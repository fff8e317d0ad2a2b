"""Shared builders of the sim tests: a 3U-like bus and a RunConfig made directly (the scenario
reader builds these from TOML). Invented spacecraft and numbers."""

from __future__ import annotations


from sim.scenario.config import (AttitudeModeConfig, BusConfig, EnvironmentConfig, EventsConfig,
                                 GeometryConfig, MeanOrbitConfig, RunConfig, SpacecraftConfig,
                                 ThrusterConfig)

__all__ = ["EPOCH", "R_E_M", "cubesat_bus", "make_run", "env_only"]

EPOCH = "2024-06-01T00:00:00Z"  # inside the CSSI observed span of the bundled data
R_E_M = 6378137.0  # WGS-84 equatorial radius, m (NIMA TR8350.2)


def cubesat_bus(name="bus3u", mass_kg=4.0, box=(0.1, 0.1, 0.3405), cd=2.2, slew_time_s=120.0, thruster=True):
    """A 3U-like box. max_drag: velocity along body X (0.1 x 0.3405 face); min_drag: rotated
    90 deg about Y, velocity along body Z (0.1 x 0.1 end face)."""
    modes = {
        "nominal": AttitudeModeConfig("nominal", (0.0, 0.0, 0.0)),
        "max_drag": AttitudeModeConfig("max_drag", (0.0, 0.0, 0.0)),
        "min_drag": AttitudeModeConfig("min_drag", (0.0, 90.0, 0.0)),
    }
    geo = GeometryConfig(kind="box", box_x_m=box[0], box_y_m=box[1], box_z_m=box[2])
    return BusConfig(name=name, mass_kg=mass_kg, cd=cd, slew_time_s=slew_time_s, geometry=geo, modes=modes,
                     thruster=ThrusterConfig(isp_s=60.0) if thruster else None)


def make_run(*, alt_km=500.0, e=1e-4, i_deg=97.4, raan_deg=30.0, argp_deg=0.0, u_deg=0.0, deputies=(),
             chief_mode="nominal", bus=None, env=None, duration_s=86400.0, log_step_s=60.0, seed=1,
             events=None, epoch=EPOCH) -> RunConfig:
    bus = bus or cubesat_bus()
    chief = SpacecraftConfig("chief", bus, initial_mode=chief_mode,
                             orbit=MeanOrbitConfig(R_E_M + alt_km * 1e3, e, i_deg, raan_deg, argp_deg, u_deg))
    deps = tuple(SpacecraftConfig(n, bus, initial_mode=m, roe_m=tuple(map(float, roe))) for n, m, roe in deputies)
    return RunConfig("test", epoch, duration_s, log_step_s, seed, env or EnvironmentConfig(), chief, deps,
                     events=events or EventsConfig())


def env_only(**kw) -> EnvironmentConfig:
    """Everything off unless switched on."""
    base = dict(preset="full", gravity_degree=0, gravity_order=0, atmosphere="none", sun=False, moon=False, srp=False)
    base.update(kw)
    return EnvironmentConfig(**base)
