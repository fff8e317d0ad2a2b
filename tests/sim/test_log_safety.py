"""The run log survives concurrent writers, kills, write errors and damage.

Sources: the file lifecycle (lock, exclusive temporaries, atomic rename, checkpoints) is covey's
own design (README "Run log schema", "Run log files"; common practice, no source); rename-over
atomicity and ``O_EXCL`` are POSIX (IEEE Std 1003.1, ``rename()``, ``open()``); ``flock``
semantics (released when the holder dies) are Linux's flock(2) [memory]; CRC-32 is ISO 3309 as
computed by ``zlib.crc32`` (the reference implementation); Fletcher-32 is HDF5's own filter.
"""

from __future__ import annotations

import errno
import os
import subprocess
import sys
import textwrap
import time
from pathlib import Path

import h5py
import numpy as np
import pytest

from sim.errors import EnvironmentSetupError, LogFormatError, LogWriteError
from sim.log import container
from sim.log.reader import read_log
from sim.log.recorder import RunRecorder


def _names(folder: Path) -> list[str]:
    return sorted(p.name for p in folder.iterdir())


# ------------------------------------------------------------------------------------------
# one writer per path, exclusive temporaries, atomic replacement
# ------------------------------------------------------------------------------------------


def test_second_writer_refused_before_touching_anything(tmp_path):
    path = tmp_path / "x.h5"
    first = RunRecorder(path)
    first.append("spacecraft/alpha/truth", t_s=np.arange(100.0))
    first.note_progress(99.0, 100)
    first.checkpoint()
    before = {n: (tmp_path / n).read_bytes() for n in _names(tmp_path)}
    with pytest.raises(EnvironmentSetupError, match="being written by another covey run"):
        RunRecorder(path)
    # the refused writer changed no byte of the first one's files
    assert {n: (tmp_path / n).read_bytes() for n in _names(tmp_path)} == before
    first.close("ok")
    log = read_log(path)
    assert log.status == "ok" and np.array_equal(log.spacecraft.alpha.truth.t_s, np.arange(100.0))
    assert _names(tmp_path) == ["x.h5"]  # .part and .lock removed
    # the path is free again once the first writer closed
    RunRecorder(path).close("ok")


def test_existing_log_replaced_only_by_a_complete_one(tmp_path):
    path = tmp_path / "x.h5"
    with RunRecorder(path) as rec:
        rec.append("g", t_s=[1.0, 2.0])
    old = path.read_bytes()
    rec = RunRecorder(path)
    rec.append("g", t_s=[3.0])
    rec.checkpoint()
    assert path.read_bytes() == old  # untouched while the second run writes
    assert read_log(rec.part_path).partial
    rec.close()
    assert read_log(path).get("g/t_s").tolist() == [3.0]


def test_stale_temporaries_of_dead_writers_removed(tmp_path):
    path = tmp_path / "x.h5"
    host = container.writer_host()
    dead = subprocess.run([sys.executable, "-c", "import os; print(os.getpid())"],
                          capture_output=True, text=True).stdout.strip()
    stale = tmp_path / f"x.h5.{host}.{dead}.0badcafe.tmp"
    alive = tmp_path / f"x.h5.{host}.{os.getppid()}.0000beef.tmp"  # our parent: alive
    foreign = tmp_path / f"x.h5.otherhost.{dead}.12345678.tmp"     # cannot be proved dead
    for p in (stale, alive, foreign):
        p.write_bytes(b"half a log")
    RunRecorder(path).close()
    assert not stale.exists() and alive.exists() and foreign.exists()


def test_lock_file_left_by_a_killed_writer_does_not_block(tmp_path):
    # a kill leaves <final>.lock behind; flock was released by the kernel with the process
    path = tmp_path / "x.h5"
    (tmp_path / "x.h5.lock").write_text("somehost pid 1\n")
    RunRecorder(path).close()
    assert _names(tmp_path) == ["x.h5"]


def test_unusable_folder_is_an_os_error_and_leaves_nothing(tmp_path):
    (tmp_path / "file").write_text("")
    with pytest.raises(OSError):
        RunRecorder(tmp_path / "file" / "x.h5")  # a file where the folder should be
    assert _names(tmp_path) == ["file"]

_ _ _ _

• _EXERCISE_
Check each line above for "nominal" and state how many match, answering with only the number.

• _SOLUTION TO THIS PROBLEM_
2